As civilizações maia e asteca incorporavam regularmente substâncias alucinógenas nas práticas religiosas. O peiote, que contém mescalina, cogumelos contendo psilocibina e Ipomoea ou Ololiúqui, derivados de uma variedade da corda-de-viola, eram comumente aceitos. Até o pulque, que normalmente só possui ABV suficiente para produzir um zumbido leve, poderia ser utilizado para cerimônias religiosas.

“Os astecas misturariam pulque com todos os tipos de substâncias. Os fabricantes de cerveja tinham o que chamariam de medicina pulque. Certamente, os antigos mexicanos eram um povo que bebia para se embebedar - nenhuma dessas cervejas era para eles. O objetivo de beber era experimentar visões de outro mundo”, diz Pilcher. “Os espanhóis ficaram loucos com isso. Foi associado a religiões ‘profanas’ e visto como evidência de falta de civilização ".

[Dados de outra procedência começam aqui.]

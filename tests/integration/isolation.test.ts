import { afterAll, beforeAll, beforeEach, describe, expect, it } from 'vitest';
import type { Actor } from '../../src/domain/access/permissions';
import { isolationPage as isolationSchema, type IsolationPage } from '../../src/schemas/api/isolation';
import { membershipPage as membershipSchema } from '../../src/schemas/api/membership';
import { asActor } from '../../src/server/db/transaction';
import {
  isolationPage,
  startIsolation,
  stopIsolation,
  WATCH_MAX_S,
} from '../../src/server/services/isolation';
import { membershipPage, membershipUnits } from '../../src/server/services/membership';
import { generator } from '../../src/domain/output/sample-plane';
import { testDatabase, type TestDatabase } from '../support/database';
import { testFleet, type TestFleet } from '../support/fleet';
import { failure } from '../support/refusal';

/**
 * Frames of a site written as the ingest would: each string with a current of its own; C3-4 and D1-4 sit in each
 * other's string.
 */
const HALL = 'Old Tannery Market Hall';
const INTERVAL = 10;
let db: TestDatabase;
let fleet: TestFleet;
let technician: Actor;
let startS: number;

beforeAll(async () => {
  db = await testDatabase();
  fleet = await testFleet(db, [HALL, 'Weirside Clinic', 'Netloft Terrace']);
  technician = await fleet.actor('technician@lowfield.example');
});
afterAll(() => db.drop());
beforeEach(async () => {
  await db.owner.query('delete from isolation; delete from string_frame; delete from audit_entry');
  // midday of the day for which partitions were made
  startS = Math.floor(new Date(`${new Date().toISOString().slice(0, 10)}T12:00:00Z`).getTime() / 1000);
});

const at = (sinceS: number) => new Date((startS + sinceS) * 1000);
const others: Record<string, string> = { C3: 'D1', D1: 'C3' };
const seatOf = (string: string, position: number): string =>
  position === 4 ? (others[string] ?? string) : string;

/** Currents of every string from `fromS` to `toS`; those of `isolated` are zero from `offS` on. */
async function frames(
  fromS: number,
  toS: number,
  options: { isolated?: string; offS?: number; sky?: (s: number) => number; step?: number } = {},
): Promise<void> {
  const { isolated, offS = Infinity, sky = () => 1, step = INTERVAL } = options;
  const random = generator(11);
  const { plan, strings } = fleet.site(HALL);
  const level = new Map(plan.strings.map((s) => [s.name, s.name.startsWith('C') ? 9 : 7.5]));
  const ids: number[] = [];
  const times: string[] = [];
  const currents: string[] = [];
  for (let t = fromS; t <= toS; t += step)
    for (const s of plan.strings) {
      ids.push(strings.get(s.name)?.id ?? 0);
      times.push(at(t).toISOString());
      const list = s.slots.map((_, i) => {
        const seat = seatOf(s.name, i + 1);
        const amps = seat === isolated && t >= offS ? 0 : (level.get(seat) ?? 0) * sky(t);
        return Math.round(1000 * amps * (1 + 0.004 * (random() - 0.5)));
      });
      currents.push(`{${list.join(',')}}`);
    }
  await db.owner.query(
    `insert into string_frame (at, mask, string_id, voltage_sum, power_sum, voltage, current, temperature, signal, via, state)
     select t, 1, i, 0, 0, '{}', c::int2[], '{}', '{}', '{}', '{}'
     from unnest($1::timestamptz[], $2::int4[], $3::text[]) x(t, i, c)`,
    [times, ids, currents],
  );
}
const ref = (name: string) => fleet.site(HALL).strings.get(name)?.ref ?? '';
const start = (string: string, when = at(0), actor = technician) =>
  asActor(actor, (tx) =>
    startIsolation(
      tx,
      actor,
      fleet.site(HALL).ref,
      { string: ref(string), personOnSite: 'Per Aalto', caution: true },
      when,
      '127.0.0.1',
    ),
  );
const stop = (when: Date, actor = technician) =>
  asActor(actor, (tx) => stopIsolation(tx, actor, fleet.site(HALL).ref, when, null));
const read = (when: Date, actor = technician): Promise<IsolationPage> =>
  asActor(actor, (tx) => isolationPage(tx, fleet.site(HALL).ref, when));
const named = (page: IsolationPage, fate: string): string[] =>
  (page.open ?? page.runs[0])?.finding.units
    .filter((u) => u.fate === fate)
    .map((u) => `${u.string}-${u.position}`) ?? [];

describe('isolating a string', () => {
  it('is watched live: who fell, who kept its current, and who belongs there', async () => {
    await frames(-120, 120, { isolated: 'C3', offS: 40 });
    const begun = isolationSchema.parse(await start('C3'));
    expect(begun.open).toMatchObject({
      stringName: 'C3',
      personOnSite: 'Per Aalto',
      startedBy: 'Bram Ottersley',
    });
    expect((await read(at(30))).open?.finding.outcome).toBe('watching');
    const page = isolationSchema.parse(await read(at(90)));
    expect(page.open?.finding).toMatchObject({ outcome: 'told', strings: ['C3'] });
    expect(page.open?.finding.dropped).toEqual({ after: at(30).toISOString(), by: at(40).toISOString() });
    expect(named(page, 'member_kept')).toEqual(['C3-4']);
    expect(named(page, 'other_dropped')).toEqual(['D1-4']);
    expect(named(page, 'member_dropped')).toHaveLength(11);
    expect(page.currents?.units.map((u) => u.label)).toContain('D1-4');
    expect(page.currents?.strings).toHaveLength(13);
  });

  it('keeps what it found when it is stopped, who asked and who was there, and can be repeated', async () => {
    await frames(-120, 120, { isolated: 'C3', offS: 40 });
    await start('C3');
    const stopped = await stop(at(90));
    expect(stopped.open).toBeNull();
    await db.owner.query('delete from string_frame'); // what was concluded does not rest on frames that are dropped
    const later = isolationSchema.parse(await read(at(5000)));
    expect(later.runs).toHaveLength(1);
    expect(later.runs[0]).toMatchObject({ stoppedBy: 'Bram Ottersley', finding: { outcome: 'told' } });
    expect(named(later, 'member_kept')).toEqual(['C3-4']);
    const audit = await db.owner.query('select action, person_id from audit_entry order by id');
    expect(audit.rows).toEqual([
      { action: 'isolation.start', person_id: technician.personId },
      { action: 'isolation.stop', person_id: technician.personId },
    ]);
    await start('D1', at(5000));
    expect((await read(at(5010))).runs).toHaveLength(1);
    expect((await read(at(5010))).open?.stringName).toBe('D1');
  });

  it('is not told by a cloud', async () => {
    await frames(-120, 200, { sky: (s) => (s > 30 ? 0.12 : 1) });
    await start('C3');
    expect((await read(at(200))).open?.finding).toMatchObject({ outcome: 'watching', dropped: null });
  });

  it('ends by itself after half an hour, honestly, and lets another begin', async () => {
    await frames(-120, WATCH_MAX_S + 60, { step: 60 });
    await db.owner.query('update site set report_interval_s = 60');
    await start('C3');
    const over = isolationSchema.parse(await read(at(WATCH_MAX_S + 1)));
    expect(over.open).toBeNull();
    expect(over.runs[0]).toMatchObject({
      stoppedBy: null,
      stoppedAt: at(WATCH_MAX_S).toISOString(),
      finding: { outcome: 'watching' },
    });
    await start('D1', at(WATCH_MAX_S + 10));
    const ended = await db.owner.query<{ stopped_at: Date; stopped_by: number | null }>(
      'select stopped_at, stopped_by from isolation where string_name = $1',
      ['C3'],
    );
    expect(ended.rows).toEqual([{ stopped_at: at(WATCH_MAX_S), stopped_by: null }]);
    await db.owner.query('update site set report_interval_s = 10');
  });

  it('one at a time, also when two start at the same moment; stopping none is said', async () => {
    await frames(-120, 0);
    const both = await Promise.allSettled([start('C3'), start('D1')]);
    expect(both.filter((r) => r.status === 'fulfilled')).toHaveLength(1);
    const error = await failure(start('A1'));
    expect([error.kind, error.message]).toEqual(['conflict', expect.stringContaining('Per Aalto')]);
    await stop(at(10));
    expect((await failure(stop(at(20)))).kind).toBe('conflict');
  });

  it('is nobody else’s, and a string of another site is none', async () => {
    const stranger = await fleet.actor('manager@harbourline.example');
    expect((await failure(start('C3', at(0), stranger))).kind).toBe('not_found');
    expect((await failure(read(at(0), stranger))).kind).toBe('not_found');
    await start('C3');
    const seen = await asActor(stranger, async (tx) => {
      const { rows } = await tx.raw<{ rows: unknown[] }>('select ref from isolation');
      return rows;
    });
    expect(seen).toEqual([]);
    const foreign = [...fleet.site('Weirside Clinic').strings.values()][0]?.ref ?? '';
    const error = await failure(
      asActor(technician, (tx) =>
        startIsolation(
          tx,
          technician,
          fleet.site(HALL).ref,
          { string: foreign, personOnSite: 'Per Aalto', caution: true },
          at(0),
          null,
        ),
      ),
    );
    expect([error.kind, error.detail.fields?.[0]?.field]).toEqual(['invalid', 'string']);
  });
});

describe('membership by current', () => {
  const page = (hours = 2, when = at(0)) =>
    asActor(technician, (tx) => membershipPage(tx, fleet.site(HALL).ref, hours, when));

  it('finds the pair that looks exchanged, with the evidence of both', async () => {
    await frames(-3600, 0, { step: 60, sky: (s) => 0.7 + 0.25 * Math.sin(s / 400) });
    const found = membershipSchema.parse(await page());
    const named = found.suspects.map((s) => `${s.string}-${s.position}`).sort();
    expect(named).toEqual(['C3-4', 'D1-4']);
    const c = found.suspects.find((s) => s.string === 'C3');
    // C1 and C2 carry what C3 carries, A1 what D1: where each belongs the currents alone don't say
    expect(c).toMatchObject({
      outcome: 'cant_tell',
      fitsOwn: false,
      counterpart: { string: 'D1', position: 4 },
    });
    expect(c?.apartOther).toBeLessThan(0.02);
    expect(c?.apartOwn).toBeGreaterThan(0.1);
    expect(c?.series.at.length).toBe(c?.series.unit.length);
    expect(c?.series.own.filter((v) => v !== null).length).toBeGreaterThan(30);
    expect(found.counts.elsewhere).toBe(2);
  });

  it('can’t tell before anything ran, at night, and where strings are alike', async () => {
    const nothing = membershipSchema.parse(await page());
    expect(nothing.window).toMatchObject({ steps: 0, withCurrent: 0 });
    expect(nothing.counts).toMatchObject({ cantTell: 184, here: 0, elsewhere: 0 });
    await frames(-3600, 0, { step: 60, sky: () => 0.002 });
    const dark = membershipSchema.parse(await page());
    expect(dark.window.withCurrent).toBe(0);
    expect(dark.counts.cantTell).toBe(184);
    expect(dark.reasons[0]?.why).toContain('no current');
  });

  it('a unit that was moved is judged by its reports since', async () => {
    await frames(-3600, 0, { step: 60, sky: (s) => 0.7 + 0.25 * Math.sin(s / 400) });
    const [string] = (
      await db.owner.query<{ id: number }>(`select id from string where ref = $1`, [ref('C3')])
    ).rows;
    await db.owner.query(
      `update placement p set placed_from = $2 from slot sl where sl.id = p.slot_id and sl.string_id = $1 and sl.position = 4`,
      [string?.id, at(-120)],
    );
    const { units } = await asActor(technician, (tx) => membershipUnits(tx, fleet.site(HALL).ref, 2, at(0)));
    const moved = units.find((u) => u.string === 'C3' && u.position === 4);
    expect(moved?.outcome).toBe('cant_tell');
    expect(moved?.steps).toBeLessThan(4);
    await db.owner.query(
      `update placement p set placed_from = $2 from slot sl where sl.id = p.slot_id and sl.string_id = $1 and sl.position = 4`,
      [string?.id, at(-86_400)],
    );
  });
});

Todo esse fingimento de indignação moral por parte desses primeiros conquistadores parece arrogante, dado que o consumo excessivo de álcool na Europa era galopante nos séculos XV e XVI. Os espanhóis podem não ter bebido vinho para experiências religiosas - fora da Comunhão - mas isso não os impediu de consumir quantidades impressionantes. Na Alemanha, os habitantes locais ainda consumiam o equivalente moderno de 50 a 80 latas de cerveja de uma única vez no final do século XIX. Em outras palavras, mesmo sem a adição de alucinógenos anteriores como o meimendro, os bebedores ainda poderiam ter visto coisas. "O álcool em si é uma substância que altera a mente", diz Pilcher. "Trata-se realmente de usar esse tipo de comportamentos para se distinguir dos súditos coloniais, os 'outros'. Afinal, o que é colonialismo sem um bom sabor de hipocrisia".